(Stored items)
------------------------

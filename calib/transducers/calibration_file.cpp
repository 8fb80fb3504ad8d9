#include "calib/transducers/calibration_file.hpp"

#include <cmath>
#include <cstdio>
#include <stdexcept>
#include <fmt/format.h>
#include <fstream>
#include <sstream>
#include <toml++/toml.h>

#include "pipeline/errors.hpp"

namespace stallscope::calib {

namespace {

struct KindWord {
  CalibrationKind kind;
  std::string_view word;
};
constexpr KindWord kKinds[] = {{CalibrationKind::kPressureTransducers, "pressure_transducers"},
                               {CalibrationKind::kAngleEncoder, "angle_encoder"},
                               {CalibrationKind::kReferencePressure, "reference_pressure"},
                               {CalibrationKind::kTemperature, "temperature"}};

std::string at(const std::filesystem::path& path, const toml::node* node, const std::string& key) {
  std::string s = path.string();
  if (node && node->source().begin.line > 0) s += ":" + std::to_string(node->source().begin.line);
  return key.empty() ? s : s + ": " + key;
}

double number_of(const toml::node& n, const std::filesystem::path& path, const std::string& key) {
  if (auto d = n.value_exact<double>()) return *d;
  if (auto i = n.value_exact<std::int64_t>()) return static_cast<double>(*i);
  throw InputError(at(path, &n, key), "expected a number");
}

}  // namespace

std::string_view kind_name(CalibrationKind kind) {
  for (const auto& k : kKinds)
    if (k.kind == kind) return k.word;
  return "?";
}

double ChannelCalibration::evaluate(double v) const {
  double p = 0.0;
  for (auto it = coefficients.rbegin(); it != coefficients.rend(); ++it) p = p * v + *it;
  return p;
}

Eigen::VectorXd ChannelCalibration::evaluate(Eigen::Ref<const Eigen::VectorXd> v) const {
  // Horner's rule, as the scalar form, from the leading coefficient (a pass saved).
  Eigen::VectorXd p = Eigen::VectorXd::Constant(v.size(), coefficients.empty() ? 0.0 : coefficients.back());
  for (std::size_t k = coefficients.size(); k-- > 1;) p.array() = p.array() * v.array() + coefficients[k - 1];
  return p;
}

double ChannelCalibration::temperature_factor(double temperature_c) const {
  return 1.0 / (1.0 + temperature_coefficient_per_k * (temperature_c - reference_temperature_c));
}

std::string CalibrationFile::where(const std::string& channel) const {
  auto it = channels.find(channel);
  std::string s = source.string();
  if (it != channels.end() && it->second.line > 0) s += ":" + std::to_string(it->second.line);
  return s + ": channels." + channel;
}

CalibrationFile read_calibration_file(const std::filesystem::path& path) {
  std::ifstream in(path, std::ios::binary);
  if (!in) throw InputError(path.string(), "calibration file not found or not readable");
  std::ostringstream text;
  text << in.rdbuf();
  return parse_calibration(text.str(), path);
}

CalibrationFile parse_calibration(const std::string& text, const std::filesystem::path& path) {
  toml::table t;
  try {
    t = toml::parse(text, path.string());
  } catch (const toml::parse_error& e) {
    throw InputError(path.string() + ":" + std::to_string(e.source().begin.line) + ":" +
                         std::to_string(e.source().begin.column),
                     "not valid TOML: " + std::string(e.description()));
  }
  CalibrationFile f;
  f.source = path;
  for (const auto& [k, n] : t) {
    const std::string key(k.str());
    if (key != "id" && key != "date" && key != "kind" && key != "channels")
      throw InputError(at(path, &n, key), "unknown key (expected id, date, kind, [channels.<name>])");
  }
  const toml::node* id = t.get("id");
  if (!id || !id->value_exact<std::string>() || id->value_exact<std::string>()->empty())
    throw InputError(at(path, id, "id"), "expected a non-empty string id naming this calibration");
  f.id = *id->value_exact<std::string>();
  const toml::node* date = t.get("date");
  if (!date || !date->is_date())
    throw InputError(at(path, date, "date"), "expected a TOML date such as 2026-11-20");
  const toml::date d = *date->value_exact<toml::date>();
  f.date = fmt::format("{:04}-{:02}-{:02}", d.year, static_cast<int>(d.month), static_cast<int>(d.day));
  const toml::node* kind = t.get("kind");
  std::string kind_word = kind && kind->value_exact<std::string>() ? *kind->value_exact<std::string>() : "";
  bool known = false;
  for (const auto& k : kKinds)
    if (k.word == kind_word) f.kind = k.kind, known = true;
  if (!known)
    throw InputError(at(path, kind, "kind"),
                     "expected one of 'pressure_transducers', 'angle_encoder', 'reference_pressure', 'temperature'");
  const toml::table* channels = t["channels"].as_table();
  if (!channels || channels->empty())
    throw InputError(at(path, t.get("channels"), "channels"), "expected at least one [channels.<daq channel>] table");
  for (const auto& [k, n] : *channels) {
    const std::string name(k.str());
    const std::string key = "channels." + name;
    const toml::table* c = n.as_table();
    if (!c) throw InputError(at(path, &n, key), "expected a table [" + key + "]");
    ChannelCalibration cal;
    cal.line = static_cast<int>(n.source().begin.line);
    for (const auto& [ck, cn] : *c) {
      const std::string field(ck.str());
      const std::string fkey = key + "." + field;
      if (field == "coefficients") {
        const toml::array* a = cn.as_array();
        if (!a || a->empty()) throw InputError(at(path, &cn, fkey), "expected an array of numbers [c0, c1, ...]");
        for (const auto& e : *a) cal.coefficients.push_back(number_of(e, path, fkey));
      } else if (field == "temperature_coefficient_per_k") {
        cal.temperature_coefficient_per_k = number_of(cn, path, fkey);
      } else if (field == "reference_temperature_c") {
        cal.reference_temperature_c = number_of(cn, path, fkey);
      } else if (field == "residual_pa" || field == "residual") {
        cal.residual = number_of(cn, path, fkey);
        if (cal.residual < 0) throw InputError(at(path, &cn, fkey), "expected an rms residual >= 0");
      } else {
        throw InputError(at(path, &cn, fkey),
                         "unknown key (expected coefficients, temperature_coefficient_per_k, "
                         "reference_temperature_c, residual_pa)");
      }
    }
    if (cal.coefficients.empty()) throw InputError(at(path, &n, key), "required key 'coefficients' is missing");
    for (double v : cal.coefficients)
      if (!std::isfinite(v)) throw InputError(at(path, &n, key + ".coefficients"), "coefficients must be finite");
    if (cal.coefficients.size() < 2 || cal.coefficients[1] == 0.0)
      throw InputError(at(path, &n, key + ".coefficients"), "expected a non-zero sensitivity c1");
    f.channels.emplace(name, std::move(cal));
  }
  return f;
}

// Built as a TOML++ table and printed by its formatter, so an id or a channel
// name holding quotes, backslashes, dots or spaces is escaped or quoted, and
// every double is written with enough digits to read back exactly.
std::string format_calibration(const CalibrationFile& f) {
  int year = 0, month = 0, day = 0;
  if (std::sscanf(f.date.c_str(), "%4d-%2d-%2d", &year, &month, &day) != 3)
    throw std::logic_error("calibration date '" + f.date + "' is not yyyy-mm-dd");
  toml::table channels;
  for (const auto& [name, c] : f.channels) {
    toml::array coefficients;
    for (double v : c.coefficients) coefficients.push_back(v);
    toml::table t{{"coefficients", std::move(coefficients)}};
    if (c.temperature_coefficient_per_k != 0.0) {
      t.insert("temperature_coefficient_per_k", c.temperature_coefficient_per_k);
      t.insert("reference_temperature_c", c.reference_temperature_c);
    }
    if (c.residual >= 0) t.insert("residual_pa", c.residual);
    channels.insert(name, std::move(t));
  }
  const toml::table file{{"id", f.id},
                         {"date", toml::date{year, month, day}},
                         {"kind", std::string(kind_name(f.kind))},
                         {"channels", std::move(channels)}};
  std::ostringstream out;
  out << toml::toml_formatter(file) << "\n";
  return out.str();
}

}  // namespace stallscope::calib
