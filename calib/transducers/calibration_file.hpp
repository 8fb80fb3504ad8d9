#pragma once
// Transducer calibration files (TOML, our own format; interfaces.md):
//   id = "press-2026-11"   date = 2026-11-20   kind = "pressure_transducers"
//   [channels.p01]
//   coefficients = [c0, c1, ...]          # physical = c0 + c1 V + c2 V^2 + ...
//   temperature_coefficient_per_k = 0.0   # optional: p *= 1/(1 + tc (T - Tref))
//   reference_temperature_c = 20.0        # optional
//   residual_pa = 0.8                     # optional: rms residual of the fit
// Units of the physical value: Pa for pressures, degrees for the encoder,
// degrees Celsius for temperature.
#include <Eigen/Core>
#include <filesystem>
#include <map>
#include <string>
#include <vector>

namespace stallscope::calib {

enum class CalibrationKind { kPressureTransducers, kAngleEncoder, kReferencePressure, kTemperature };

// "pressure_transducers" ... ; the word a file uses for its kind.
std::string_view kind_name(CalibrationKind kind);

struct ChannelCalibration {
  std::vector<double> coefficients;  // c0 + c1 V + c2 V^2 ...
  double temperature_coefficient_per_k = 0.0;
  double reference_temperature_c = 20.0;
  double residual = -1.0;  // rms residual in physical units; < 0: not given
  int line = 0;            // line of [channels.<name>] in the file, for messages

  // c0 + c1 v + ... (Horner).
  double evaluate(double volts) const;
  Eigen::VectorXd evaluate(Eigen::Ref<const Eigen::VectorXd> volts) const;
  // The thermal sensitivity correction factor 1/(1 + tc (T - Tref)).
  double temperature_factor(double temperature_c) const;
};

struct CalibrationFile {
  std::string id;
  std::string date;  // ISO yyyy-mm-dd
  CalibrationKind kind = CalibrationKind::kPressureTransducers;
  std::map<std::string, ChannelCalibration> channels;  // by DAQ channel name
  std::filesystem::path source;

  // "file:line: channels.<name>" for messages about one channel.
  std::string where(const std::string& channel) const;
};

// Throws InputError naming the file, line and key for anything not in the format.
CalibrationFile read_calibration_file(const std::filesystem::path& path);
CalibrationFile parse_calibration(const std::string& text, const std::filesystem::path& path);

// TOML text of a calibration file (channels in name order, coefficients to 17 digits).
std::string format_calibration(const CalibrationFile& file);

}  // namespace stallscope::calib
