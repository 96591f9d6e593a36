/**
 * The one database schema. The rig model itself is a JSON document (validated by the engine's
 * zod schema) kept in append-only revisions; everything that accumulates or is shared is
 * relational. Generate a migration after every change: `npm run db:generate`.
 */
import { sql } from "drizzle-orm";
import {
  bigserial,
  boolean,
  check,
  doublePrecision,
  index,
  integer,
  jsonb,
  pgEnum,
  pgTable,
  primaryKey,
  real,
  text,
  timestamp,
  uniqueIndex,
  uuid,
} from "drizzle-orm/pg-core";
// Relative imports: drizzle-kit reads this file without the app's "~/" alias.
import { rigRoles } from "../auth/roles";
import { cableUnits, clocks, defaultPreferences, lengthUnits, temperatureUnits } from "../schemas/account";
import { socSources } from "../schemas/rig-state";
import { READING_SOURCES } from "../schemas/readings";

const createdAt = () => timestamp("created_at", { withTimezone: true }).notNull().defaultNow();
const id = () => uuid("id").primaryKey().defaultRandom();

export const rigRole = pgEnum("rig_role", rigRoles);
export const branchKind = pgEnum("branch_kind", ["as_built", "draft"]);

export const users = pgTable(
  "users",
  {
    id: id(),
    email: text("email").notNull(),
    name: text("name").notNull().default(""),
    createdAt: createdAt(),
  },
  (t) => [
    uniqueIndex("users_email_lower_key").on(sql`lower(${t.email})`),
    check("users_email_shape", sql`${t.email} ~ '^[^@\\s]+@[^@\\s]+$'`),
  ],
);

export const rigs = pgTable("rigs", {
  id: id(),
  name: text("name").notNull(),
  createdAt: createdAt(),
});

export const rigMembers = pgTable(
  "rig_members",
  {
    rigId: uuid("rig_id")
      .notNull()
      .references(() => rigs.id, { onDelete: "cascade" }),
    userId: uuid("user_id")
      .notNull()
      .references(() => users.id, { onDelete: "cascade" }),
    role: rigRole("role").notNull(),
    createdAt: createdAt(),
  },
  (t) => [primaryKey({ columns: [t.rigId, t.userId] }), index("rig_members_user_idx").on(t.userId)],
);

/**
 * A line of model revisions: the rig's one "as built" head, or a draft to compare against it.
 * `headRevision` is the revision number a save must name; a stale number is refused (409).
 */
export const modelBranches = pgTable(
  "model_branches",
  {
    id: id(),
    rigId: uuid("rig_id")
      .notNull()
      .references(() => rigs.id, { onDelete: "cascade" }),
    kind: branchKind("kind").notNull(),
    name: text("name").notNull(),
    headRevision: integer("head_revision").notNull().default(0),
    createdAt: createdAt(),
  },
  (t) => [
    uniqueIndex("model_branches_one_as_built").on(t.rigId).where(sql`${t.kind} = 'as_built'`),
    index("model_branches_rig_idx").on(t.rigId),
    check("model_branches_head_nonnegative", sql`${t.headRevision} >= 0`),
  ],
);

/** Append-only: a revision is never updated, a save inserts the next number. */
export const modelRevisions = pgTable(
  "model_revisions",
  {
    id: bigserial("id", { mode: "number" }).primaryKey(),
    branchId: uuid("branch_id")
      .notNull()
      .references(() => modelBranches.id, { onDelete: "cascade" }),
    revision: integer("revision").notNull(),
    schemaVersion: integer("schema_version").notNull(),
    document: jsonb("document").notNull(),
    message: text("message").notNull().default(""),
    authorId: uuid("author_id").references(() => users.id, { onDelete: "set null" }),
    createdAt: createdAt(),
  },
  (t) => [
    uniqueIndex("model_revisions_branch_revision_key").on(t.branchId, t.revision),
    check("model_revisions_revision_positive", sql`${t.revision} >= 1`),
  ],
);

/* ------------------------------------------------------ accounts and sharing */

export const lengthUnit = pgEnum("length_unit", lengthUnits);
export const cableUnit = pgEnum("cable_unit", cableUnits);
export const temperatureUnit = pgEnum("temperature_unit", temperatureUnits);
export const clockFormat = pgEnum("clock_format", clocks);

/** One person's display preferences (a row per user, created on first save). */
export const userPreferences = pgTable("user_preferences", {
  userId: uuid("user_id")
    .primaryKey()
    .references(() => users.id, { onDelete: "cascade" }),
  lengthUnit: lengthUnit("length_unit").notNull().default(defaultPreferences.lengthUnit),
  cableUnit: cableUnit("cable_unit").notNull().default(defaultPreferences.cableUnit),
  temperatureUnit: temperatureUnit("temperature_unit").notNull().default(defaultPreferences.temperatureUnit),
  nightDefault: boolean("night_default").notNull().default(defaultPreferences.nightDefault),
  /** Times on a 24-hour or a 12-hour clock. */
  clock: clockFormat("clock").notNull().default(defaultPreferences.clock),
  updatedAt: timestamp("updated_at", { withTimezone: true }).notNull().defaultNow(),
});

/**
 * A signed-in browser. The session cookie carries the id (signed); deleting the row ends the
 * session at once. `expiresAt` rolls forward while the session is used.
 */
export const sessions = pgTable(
  "sessions",
  {
    id: id(),
    userId: uuid("user_id")
      .notNull()
      .references(() => users.id, { onDelete: "cascade" }),
    createdAt: createdAt(),
    lastSeenAt: timestamp("last_seen_at", { withTimezone: true }).notNull().defaultNow(),
    expiresAt: timestamp("expires_at", { withTimezone: true }).notNull(),
    userAgent: text("user_agent").notNull().default(""),
  },
  (t) => [index("sessions_user_idx").on(t.userId), index("sessions_expires_idx").on(t.expiresAt)],
);

/** Fixed-window request counters that survive a restart (e.g. sign-in codes per address). */
export const rateLimitBuckets = pgTable("rate_limit_buckets", {
  key: text("key").primaryKey(),
  windowStartedAt: timestamp("window_started_at", { withTimezone: true }).notNull(),
  count: integer("count").notNull(),
});

/**
 * An owner's invitation to join a rig with a role. The link carries a random token; only its
 * SHA-256 is stored. It works once, until `expiresAt`, unless revoked.
 */
export const rigInvites = pgTable(
  "rig_invites",
  {
    id: id(),
    rigId: uuid("rig_id")
      .notNull()
      .references(() => rigs.id, { onDelete: "cascade" }),
    email: text("email").notNull(),
    role: rigRole("role").notNull(),
    tokenHash: text("token_hash").notNull(),
    invitedBy: uuid("invited_by").references(() => users.id, { onDelete: "set null" }),
    createdAt: createdAt(),
    expiresAt: timestamp("expires_at", { withTimezone: true }).notNull(),
    acceptedAt: timestamp("accepted_at", { withTimezone: true }),
    acceptedBy: uuid("accepted_by").references(() => users.id, { onDelete: "set null" }),
    revokedAt: timestamp("revoked_at", { withTimezone: true }),
  },
  (t) => [uniqueIndex("rig_invites_token_key").on(t.tokenHash), index("rig_invites_rig_idx").on(t.rigId)],
);

/* ------------------------------------------------------ shared rig state (Now) */

export const socSource = pgEnum("soc_source", socSources);
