import sharp from 'sharp';
import { afterAll, beforeAll, describe, expect, it } from 'vitest';
import { cardA6 } from '../../../shared/templates/built-in-flat';
import { addMember, ApiClient, createTestApp, signUpOwner, type TestApp } from '../support/test-app';

let t: TestApp;
let owner: ApiClient;
let templateId: string;

const { id: _id, ...cardSpec } = cardA6;

async function putGuide(client: ApiClient, id: string, file: Buffer, name = 'guide.png') {
  const token = await client.csrf();
  return client.agent.put(`/api/templates/${id}/guide-image`).set('x-csrf-token', token).attach('file', file, name);
}

beforeAll(async () => {
  t = await createTestApp();
  owner = (await signUpOwner(t.app, 'Guide Studio')).client;
  const created = await owner.post('/api/templates', { template: { ...cardSpec, name: 'Harbour Press A6' } });
  expect(created.status).toBe(201);
  templateId = created.body.id;
}, 60_000);
afterAll(() => t.close());

describe('a studio template\'s guide image', () => {
  it('stores a downscaled, re-encoded copy and lists its address with the template', async () => {
    const big = await sharp({ create: { width: 6000, height: 3000, channels: 4, background: { r: 200, g: 30, b: 30, alpha: 0.5 } } }).png().toBuffer();
    const res = await putGuide(owner, templateId, big);
    expect(res.status).toBe(200);
    expect([res.body.width, res.body.height]).toEqual([4000, 2000]);
    const list = await owner.get('/api/templates').expect(200);
    const entry = list.body.templates.find((e: { template: { id: string } }) => e.template.id === templateId);
    expect(entry.guideImageUrl).toBe(res.body.guideImageUrl);
    const image = await owner.get(res.body.guideImageUrl).buffer(true).parse((r, cb) => {
      const chunks: Buffer[] = [];
      r.on('data', (c: Buffer) => chunks.push(c));
      r.on('end', () => cb(null, Buffer.concat(chunks)));
    });
    expect(image.status).toBe(200);
    expect(image.headers['content-type']).toBe('image/webp');
    // read back with sharp's own decoder: lossless WebP keeps the half-transparent red (the
    // downscale works on premultiplied values, so a channel may round by one level)
    const { data, info } = await sharp(image.body as Buffer).raw().toBuffer({ resolveWithObject: true });
    expect([info.width, info.height, info.channels]).toEqual([4000, 2000, 4]);
    Array.from(data.subarray(0, 4)).forEach((value, i) => expect(Math.abs(value - [200, 30, 30, 128][i])).toBeLessThanOrEqual(1));
  });

  it('replaces the old drawing and removes it on request', async () => {
    const small = await sharp({ create: { width: 400, height: 300, channels: 3, background: '#123456' } }).jpeg().toBuffer();
    const first = await putGuide(owner, templateId, small, 'guide.jpg');
    expect(first.status).toBe(200);
    expect([first.body.width, first.body.height]).toEqual([400, 300]);
    expect((await owner.delete(`/api/templates/${templateId}/guide-image`)).status).toBe(204);
    const list = await owner.get('/api/templates').expect(200);
    expect(list.body.templates.find((e: { template: { id: string } }) => e.template.id === templateId).guideImageUrl).toBeNull();
    expect((await owner.get(first.body.guideImageUrl)).status).toBe(404);
  });

  it('refuses files that are not images, built-in templates and reviewers', async () => {
    const pdf = await putGuide(owner, templateId, Buffer.from('%PDF-1.7\n%\xe2\xe3\n1 0 obj\n'), 'guide.pdf');
    expect(pdf.status).toBe(415);
    expect(pdf.body.error.code).toBe('guide.unsupported_type');
    const png = await sharp({ create: { width: 10, height: 10, channels: 3, background: '#fff' } }).png().toBuffer();
    const builtIn = await putGuide(owner, 'card-a6', png);
    expect(builtIn.status).toBe(400);
    expect(builtIn.body.error.code).toBe('template.built_in');
    const reviewer = (await addMember(t.app, owner, 'reviewer')).client;
    expect((await putGuide(reviewer, templateId, png)).status).toBe(403);
  });

  it('answers 404 to another studio', async () => {
    const other = (await signUpOwner(t.app, 'Other Shore')).client;
    const png = await sharp({ create: { width: 10, height: 10, channels: 3, background: '#fff' } }).png().toBuffer();
    expect((await putGuide(other, templateId, png)).status).toBe(404);
    expect((await other.get(`/api/templates/${templateId}/guide-image`)).status).toBe(404);
  });
});
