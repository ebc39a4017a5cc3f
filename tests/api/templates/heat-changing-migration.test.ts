import { readFileSync } from 'node:fs';
import { sql } from 'drizzle-orm';
import { afterAll, beforeAll, describe, expect, it } from 'vitest';
import { mug11oz } from '../../../shared/templates/built-in-templates';
import type { Template } from '../../../shared/templates';
import { createTestApp, signUpOwner, type ApiClient, type TestApp } from '../support/test-app';

let t: TestApp;
let owner: ApiClient;

const migration = readFileSync(new URL('../../../drizzle/0007_heat_changing_hides_print.sql', import.meta.url), 'utf8');

beforeAll(async () => {
  t = await createTestApp();
  owner = (await signUpOwner(t.app, 'Harbour Mugs')).client;
}, 60_000);
afterAll(() => t.close());

const variantsOf = async (id: string) => {
  const list = await owner.get('/api/templates').expect(200);
  return (list.body.templates.find((e: { template: Template }) => e.template.id === id).template as Template).variants;
};

describe('migration 0007: heat-changing variants of copied templates', () => {
  it('marks the cold heat-changing variant of a template copied before the flag as hiding the print, once', async () => {
    const { id: _id, ...spec } = mug11oz;
    // as a copy made before variants carried the flag
    const old = { ...spec, name: 'Harbour 11 oz', variants: spec.variants.map(({ hidesPrint: _h, ...v }) => v) };
    const created = await owner.post('/api/templates', { template: old });
    expect(created.status).toBe(201);
    expect((await variantsOf(created.body.id)).some((v) => v.hidesPrint)).toBe(false);
    // one whose owner said otherwise keeps its word
    const said = await owner.post('/api/templates', { template: { ...old, name: 'Harbour 11 oz, cold shows', variants: old.variants.map((v) => (v.id === 'heat-changing-cold' ? { ...v, hidesPrint: false } : v)) } });
    expect(said.status).toBe(201);

    await t.runtime.db.db.execute(sql.raw(migration));
    await t.runtime.db.db.execute(sql.raw(migration));

    const after = await variantsOf(created.body.id);
    expect(after.map((v) => v.id)).toEqual(old.variants.map((v) => v.id));
    expect(after.filter((v) => v.hidesPrint).map((v) => v.id)).toEqual(['heat-changing-cold']);
    expect((await variantsOf(said.body.id)).find((v) => v.id === 'heat-changing-cold')?.hidesPrint).toBe(false);
  });
});
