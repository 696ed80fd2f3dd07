"""The review: trace list + stackup + rules -> segments, nets and findings.

Pure orchestration over tables; no printing, no files. Each unique cross-section
(layer, width, gap) is solved once and mapped back to its segments.
"""

from __future__ import annotations

from dataclasses import dataclass, field
from functools import cached_property
from operator import attrgetter
from typing import Callable

import numpy as np
import pandas as pd

from sicheck.checks import ReviewContext, run_checks, run_early
from sicheck.checks.fabrication_band import tolerances as fab_tolerances
from sicheck.errors import InputError
from sicheck.findings import SEVERITY_ORDER, Finding
from sicheck.physics import electrical, termination
from sicheck.physics.cross_section import CrossSection
from sicheck.physics.fab_band import band_columns, tolerance_band
from sicheck.physics.formula import solve_formula
from sicheck.physics.line_result import LineResult, per_length
from sicheck.rules import Rules
from sicheck.skew import check_group_column
from sicheck.stackup import Stackup
from sicheck.traces import TraceList
from sicheck.via_table import net_via_summary, via_delay_per_row, via_table

Solver = Callable[[list[CrossSection]], list[LineResult]]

------------------------

Within the lines above, find those holding the word "branchId" and copy them.

Exercise response >>
    branchId: uuid("branch_id")
    uniqueIndex("model_revisions_branch_revision_key").on(t.branchId, t.revision),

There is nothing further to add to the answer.